Friday, July 07, 2006

savta

I was woken up at least four times this morning by the phone ringing and people telling me important things. I don't remember who I talked to or what they said. I do remember my mom calling and like in a dream, because maybe I still was, telling me my grandmother was in the hospital, about to go into surgery, because of an overnight emergency. Something to do with her intestines. Would I like to speak to her, she has a tube down her throat.

Shuffle, phone passed to savta. I don't remember what I said, I don't remember what she said, I just remember that it was of utmost importance for me to speak to her. I think I told her I love her. She had a tube down her throat. I think she told me the same thing.

All day long, when the phone rang and I saw my sister's or my mother's number, I got very scared and my head started to hurt. It kept pounding. She was out of surgery, in intensive care, but not breathing on her own. Apparently that was normal, for her age, her heart condition.

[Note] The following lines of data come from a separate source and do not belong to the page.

#[inline(always)]
fn finite_extremes_on(v: &[f64]) -> Option<(f64, f64)> {
    let (lanes_lo, lanes_hi) = lane_extremes(v);
    let rest = v.chunks_exact(8).remainder();
    let (mut lo, mut hi) = lanes_lo
        .iter()
        .zip(&lanes_hi)
        .map(|(&l, &h)| (l, h))
        .chain(rest.iter().map(|&x| (x, x)))
        .fold((f64::INFINITY, f64::NEG_INFINITY), |(a, b), (l, h)| {
            (a.min(l), b.max(h))
        });
    if lo == f64::NEG_INFINITY || hi == f64::INFINITY {
        (lo, hi) = v
            .iter()
            .filter(|x| x.is_finite())
            .fold((f64::INFINITY, f64::NEG_INFINITY), |(a, b), &x| {
                (a.min(x), b.max(x))
            });
    }
    (lo <= hi).then_some((lo, hi))
}

/// The smallest and largest value in each of eight lanes over the whole groups of eight of
/// `v` (plain comparisons, so NaN never wins one). A function of its own: written inline in
/// [`finite_extremes_on`], the AVX2 build compiled it to blends instead of `vminpd`.
#[inline(always)]
fn lane_extremes(v: &[f64]) -> ([f64; 8], [f64; 8]) {
    let mut lo = [f64::INFINITY; 8];
    let mut hi = [f64::NEG_INFINITY; 8];
    for c in v.chunks_exact(8) {
        for j in 0..8 {
            lo[j] = if c[j] < lo[j] { c[j] } else { lo[j] };
            hi[j] = if c[j] > hi[j] { c[j] } else { hi[j] };
        }
    }
    (lo, hi)
}

/// Smallest and largest finite sample ([`finite_extremes`], long records in parallel
/// pieces).
pub fn finite_range(v: &[f64]) -> Option<(f64, f64)> {
    use rayon::prelude::*;
    if v.len() <= PARALLEL_PIECE {
        return finite_extremes(v);
    }
    // Minimum and maximum do not depend on the order pieces are combined in.
    v.par_chunks(PARALLEL_PIECE)
        .filter_map(finite_extremes)
        .reduce_with(|a, b| (a.0.min(b.0), a.1.max(b.1)))
}

/// The two state levels found in a record, lower one first, with how many samples each
/// histogram mode holds (after smoothing).
#[derive(Debug, Clone, Copy, PartialEq)]
pub struct StateLevels {
    pub low_v: f64,
    pub high_v: f64,
    pub low_count: f64,
    pub high_count: f64,
    /// Histogram bin width used.
    pub bin_v: f64,
}

/// The two most populated histogram modes that lie apart by at least `min_separation_v`.
///
/// `resolution_v` is the finest detail the bins must resolve (noise, ADC step); the bins are
/// half of it wide (never narrower than the range / `MAX_BINS`), and the counts are smoothed
/// with a kernel about `resolution_v` wide so the noise of one state makes one mode. Each
/// mode's level is the mean of the samples within one resolution of its bin, which undoes
/// the bin's quantisation.
pub fn two_state_levels(
    v: &[f64],
    resolution_v: f64,
    min_separation_v: f64,
) -> Option<StateLevels> {
    let h = Histogram::new(v, resolution_v)?;
    let first = *h.peaks.first()?;
    let second = h
        .peaks
        .iter()
        .copied()
        .find(|&k| (h.centre(k) - h.centre(first)).abs() >= min_separation_v)?;
    let (a, b) = (h.refine(v, first), h.refine(v, second));
    let (ca, cb) = (h.smooth[first], h.smooth[second]);
    Some(if a <= b {
        StateLevels {
            low_v: a,
            high_v: b,
            low_count: ca,
            high_count: cb,
            bin_v: h.bin,
        }
    } else {
        StateLevels {
            low_v: b,
            high_v: a,
            low_count: cb,
            high_count: ca,
            bin_v: h.bin,
        }
    })
}

/// A histogram mode: its level (refined as in [`two_state_levels`]) and its smoothed count.
#[derive(Debug, Clone, Copy, PartialEq)]
pub struct Mode {
    pub level_v: f64,
    pub count: f64,
}

/// The `max_modes` most populated histogram modes at `resolution_v` (same bins, smoothing
/// and refinement as [`two_state_levels`]), most populated first.
pub fn histogram_modes(v: &[f64], resolution_v: f64, max_modes: usize) -> Vec<Mode> {
    let Some(h) = Histogram::new(v, resolution_v) else {
        return Vec::new();
    };
    h.peaks
        .iter()
        .take(max_modes)
        .map(|&k| Mode {
            level_v: h.refine(v, k),
            count: h.smooth[k],
        })
        .collect()
}

/// Smoothed histogram of a record with its local maxima, most populated first.
struct Histogram {
    lo: f64,
    bin: f64,
    resolution: f64,
    smooth: Vec<f64>,
    peaks: Vec<usize>,
}

impl Histogram {
    /// Bins half of `resolution_v` wide (never narrower than the range / `MAX_BINS`), counts
    /// smoothed with a box about `resolution_v` wide so the noise of one state makes one
    /// mode.
    fn new(v: &[f64], resolution_v: f64) -> Option<Histogram> {
        let (lo, hi) = finite_range(v)?;
        let range = hi - lo;
        if range <= 0.0 {
            return None;
        }
        let bin = (resolution_v / 2.0).max(range / MAX_BINS as f64);
        if !(bin > 0.0 && bin.is_finite()) {
            return None;
        }
        let nbins = ((range / bin).floor() as usize + 1).min(MAX_BINS + 1);
        let count = |part: &[f64]| {
            let mut counts = vec![0f64; nbins];
            for &x in part {
                if x.is_finite() {
                    let b = (((x - lo) / bin) as usize).min(nbins - 1);
                    counts[b] += 1.0;
                }
            }
            counts
        };
        // A long record is counted in two halves at once; counts are whole numbers, so the
        // sum is exact in any order.
        let counts = if v.len() > 4 * PARALLEL_PIECE {
            let (a, b) = v.split_at(v.len() / 2);
            let (mut ca, cb) = rayon::join(|| count(a), || count(b));
            for (x, y) in ca.iter_mut().zip(&cb) {
                *x += y;
            }
            ca
        } else {
            count(v)
        };
        // Box smoothing over +-half_k bins (about one resolution wide).
        let half_k = ((resolution_v / bin).round() as usize / 2).max(1);
        let mut smooth = vec![0f64; nbins];
        let mut acc = 0.0;
        for k in 0..nbins + half_k {
            if k < nbins {
                acc += counts[k];
            }
            if k > 2 * half_k {
                acc -= counts[k - 2 * half_k - 1];
            }
            if k >= half_k && k - half_k < nbins {
                smooth[k - half_k] = acc;
            }
        }
        // Local maxima (plateaus of equal counts take their first bin).
        let mut peaks: Vec<usize> = Vec::new();
        for k in 0..nbins {
            let c = smooth[k];
            if c <= 0.0 {
                continue;
            }
            let left = if k > 0 { smooth[k - 1] } else { 0.0 };
            let right = if k + 1 < nbins { smooth[k + 1] } else { 0.0 };
            if c > left && c >= right {
                peaks.push(k);
            }
        }
        peaks.sort_by(|a, b| smooth[*b].total_cmp(&smooth[*a]));
        Some(Histogram {
            lo,
            bin,
            resolution: resolution_v,
            smooth,
            peaks,
        })
    }

    fn centre(&self, k: usize) -> f64 {
        self.lo + (k as f64 + 0.5) * self.bin
    }

    /// The median of the samples near the mode, re-centred a few times, undoes the bin's
    /// quantisation without being pulled by the transitions that pass through.
    fn refine(&self, v: &[f64], k: usize) -> f64 {
        let mut c = self.centre(k);
        let w = 2.0 * self.resolution.max(self.bin);
        for _ in 0..3 {
            match median_near(v, c, w) {
                // The same centre gives the same median again.
                Some((m, _)) if m.to_bits() == c.to_bits() => break,
                Some((m, _)) => c = m,
                None => break,
            }
        }
        c
    }
}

When I was 17, completely unconnected to grandparents or life or death, I had a somewhat nervous breakdown. Less nervous than empty. Then release, like water gushing from a broken cork. I didn't feel anything for three days. I went to school, I think I even talked, but I didn't feel. I didn't know who I was. I didn't recognize my body. I just watched, and went through the motions, and didn't do anything weird or crazy. Just was. Three days later my mother, looking into my unfeeling, nervously-breaking-down face, told me my grandfather was very sick and in the hospital.

I bawled. I felt more than I'd felt in three days, more than I'd felt in three weeks, three months, three years.

He died a year and a half later,on my second day living in Montreal. I wasn't near anybody in my family. I wasn't ready.

I'm not ready. My grandmother is 78 years old, and she still works full-time. She's a Holocaust survivor, and probably the most hard-working person I know. One of the most alive. She was always more like a mother than a grandmother, and only now do I finally recognize that she is getting old. She, who's been through worse in her life than I could imagine and still always comes out beautiful, if neurotic, is getting tired.

But she's alive. We're supposed to take a trip together, with my mother and my sister. That, I'm ready for.